The company above are advertising latest CDs at 6.99 Sterling. CDWOW prices are 8.75. Seems like a no brainer but has anybody used them? i.e. are they reputable? 


Thx,


----------



## stobear (27 Jul 2005)

I saw a discussion over on boards.ie yesterday, this chap basically told asked them where they got his email address from, they said they bought it, he said he had not subscribed and wanted his email removed from their marketing list, they did. He hadn't used them, I haven't used them, but did receive spam from them yesterday. I prefer the trusted sources, cdwow, play,amazon, cdbaby etc


----------



## hotlips (27 Jul 2005)

I don't think they do CDs but if it's DVDs you're after [broken link removed] (formerly Blackstar) seem very reasonable and they ship free to Republic of Ireland. They're in Northern Ireland I believe. (Hope this post doesn't break any rules. I have no connection with Sendit.)


----------



## hansov (27 Jul 2005)

As Stobear says, there has been a lot of forum discussions on this new cd source. Was tempted but kept my card in my pocket. I do know of somebody who ordered 2 cds from them on Monday and I will await their arrival before I commit my details to somebody who spammed me.


----------



## CCOVICH (27 Jul 2005)

Are they an offshoot/associate of CDWOW?  I got the e-mail, and can't think how I would have received to the particular account I did other than via CDWOW.


----------



## hansov (27 Jul 2005)

A lot of discussion on boards.ie on this. I narrowed it down as linked to cdwow, they even use worldpay as their payment server (like cdwow). As somebody noted in an earlier post, they claim to have purchased a mailing list and if they did, it was almost definitely cdwow's.


----------



## hansov (3 Aug 2005)

Don't know whether this is good news or not. My friends cds arrived yesterday so it seems that the site legit. Now I'll have to hide the credit card.


----------



## MargeSimpson (3 Aug 2005)

I emailed BangCD to find out where they got my email address, as I had not registered with them. This is the reply I got:


Hi
Thank you for your email.

We are in contact with the Company from whom we bought the database as we purchased it in all good faith on the understanding that all customers had opted-in to receive information about music and CDs.
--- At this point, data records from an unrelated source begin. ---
static int
mode_ingest (const char *path)
{
  const double bytes = file_bytes (path);
  double t_loop = -1.0, t_hand = -1.0, t_read = -1.0, got = 0.0;
  size_t nr = 0, nc = 0, hr = 0, hc = 0;
  load l;
  warm (path);
  load_begin (&l);
  for (int r = 0; r < 3; r++) {
    const double t = time_read_loop (path, &got);
    if (t_loop < 0.0 || t < t_loop)
      t_loop = t;
  }
  for (int r = 0; r < 2; r++) {
    const double t = time_hand_parse (path, &hr, &hc);
    if (t_hand < 0.0 || t < t_hand)
      t_hand = t;
  }
  for (int r = 0; r < 2; r++) {
    const double t = time_table_read (path, &nr, &nc);
    if (t_read < 0.0 || t < t_read)
      t_read = t;
  }
  if (hr != nr || hc != nc)
    fprintf (stderr, "  warning: the hand parse found %zu x %zu, bl_table_read %zu x %zu\n", hr,
             hc, nr, nc);
  fprintf (stderr, "  %s: %.1f MB, %zu rows x %zu columns\n", path, bytes / 1e6, nr, nc);
  fprintf (stderr, "  read() loop: %.3f s (%.0f MB/s); hand-written parse, 1 thread: %.3f s "
           "(%.0f MB/s); bl_table_read: %.3f s (%.1f MB/s) (best of 3, 2 and 2, page cache "
           "warm)\n", t_loop, bytes / 1e6 / t_loop, t_hand, bytes / 1e6 / t_hand, t_read,
           bytes / 1e6 / t_read);
  printf ("ingest.bytes %.0f\ningest.loop_s %.6f\ningest.hand_s %.6f\ningest.read_s %.6f\n",
          bytes, t_loop, t_hand, t_read);
  load_end (&l, "ingest", 2);
  return 0;
}

/* Inflate PATH with zlib's gzread into a 1 MB buffer and drop the bytes. */
static double
time_zlib (const char *path, double *outbytes)
{
  static char buf[1 << 20];
  const double t0 = now ();
  gzFile gz = gzopen (path, "rb");
  int k;
  double total = 0.0;
  if (!gz)
    die (path, "gzopen failed");
  gzbuffer (gz, 256u * 1024u);
  while ((k = gzread (gz, buf, sizeof buf)) > 0)
    total += k;
  if (k < 0)
    die (path, "gzread failed");
  gzclose (gz);
  *outbytes = total;
  return now () - t0;
}

static int
mode_ingest_gz (const char *path)
{
  char *gz_argv[] = { "gzip", "-dc", (char *) path, NULL };
  const double bytes = file_bytes (path);
  double t_zlib = -1.0, t_gzip, t_read = -1.0, raw = 0.0;
  size_t nr = 0, nc = 0;
  load l;
  warm (path);
  load_begin (&l);
  for (int r = 0; r < 3; r++) {
    const double t = time_zlib (path, &raw);
    if (t_zlib < 0.0 || t < t_zlib)
      t_zlib = t;
  }
  t_gzip = best_cmd (gz_argv, 2);
  for (int r = 0; r < 2; r++) {
    const double t = time_table_read (path, &nr, &nc);
    if (t_read < 0.0 || t < t_read)
      t_read = t;
  }
  fprintf (stderr, "  %s: %.1f MB compressed, %.1f MB inflated\n", path, bytes / 1e6,
           raw / 1e6);
  fprintf (stderr, "  zlib gzread loop: %.3f s; gzip -dc > /dev/null: %.3f s; bl_table_read: "
           "%.3f s (best of 3, 2, 2)\n", t_zlib, t_gzip, t_read);
  printf ("gz.bytes %.0f\ngz.raw_bytes %.0f\ngz.zlib_s %.6f\ngz.gzip_s %.6f\ngz.read_s %.6f\n",
          bytes, raw, t_zlib, t_gzip, t_read);
  load_end (&l, "gz", 1);
  return 0;
}

/* ---------------------------------------------------------------- fit */

static void
design_fill (const void *ctx, size_t row0, size_t nr, double *o, size_t ld)
{
  bl_design_fill (ctx, row0, nr, o, ld);
}

static void
fail_err (const bl_err *e)
{
  fprintf (stderr, "bench_irls: %s: %s\n", e->where, e->msg);
  exit (1);
}

/* Name of the shared object that provides cblas_dsyrk in this process. */
static const char *
blas_name (void)
{
  Dl_info info;
  if (dladdr ((void *) cblas_dsyrk, &info) && info.dli_fname)
    return info.dli_fname;
  return "unknown";
}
We are a genuine company and take all matters of this nature very seriously and so we will get to the bottom as to how and why you received this email from us when the Company guaranteed that the database contained only opt-in data relevant to our business.

Please let us know if you do not wish to receive any more mailers from us in the future.

We are very sorry for the inconvenience caused.

Regards
Dorothy - Customer Support
www.BangCd.com


----------



## TA Dosh (27 Oct 2005)

i searched for the company on google and found advert links to nme.com website stating where u could buy certain CDs for £6-99 but when u click on the link there is no mention of it, but there is mention of cdwow at £8-75.
It appears genuine enough but there is a smallprint get out that says they may not be the version that you wanted ie full UK chart version, but I'm not sure if thats what cdwow sell either? anyone?


----------



## beetroot (27 Oct 2005)

Bought 3 cds from them last week, cds arrived from Singapore within 3/4 days of ordering. The three of them worked out at E31, saw one of them in Virgin at the weekend and it was E20!


----------



## Kramer (27 Oct 2005)

I have used them on a couple of occasions. Much cheaper than other sites I know, even if their stock may be a bit limited. Delivery in 4/5 days


----------